To do
Needed from the entries below: every line that holds the word "import".

Input
--
import type { SymbolArray } from '../symbols/sequence.ts';
import {
  type ContextTree,
  NODE_FIRST,
  NODE_SECOND,
  NODE_SYMBOL,
  NODE_WORDS,
} from './context-tree.ts';
import type { IntervalSource, IntervalTape } from './interval.ts';
import type { AdaptiveModel } from './symbol-model.ts';
import { HAS_RUN, SymbolRuns } from './symbol-runs.ts';
import { WideCounts } from './wide-counts.ts';

/** Above this alphabet size the empty context is kept as sums instead of a run. */
const LARGEST_NARROW = 256;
--
Worked solution
import type { SymbolArray } from '../symbols/sequence.ts';
import {
import type { IntervalSource, IntervalTape } from './interval.ts';
import type { AdaptiveModel } from './symbol-model.ts';
import { HAS_RUN, SymbolRuns } from './symbol-runs.ts';
import { WideCounts } from './wide-counts.ts';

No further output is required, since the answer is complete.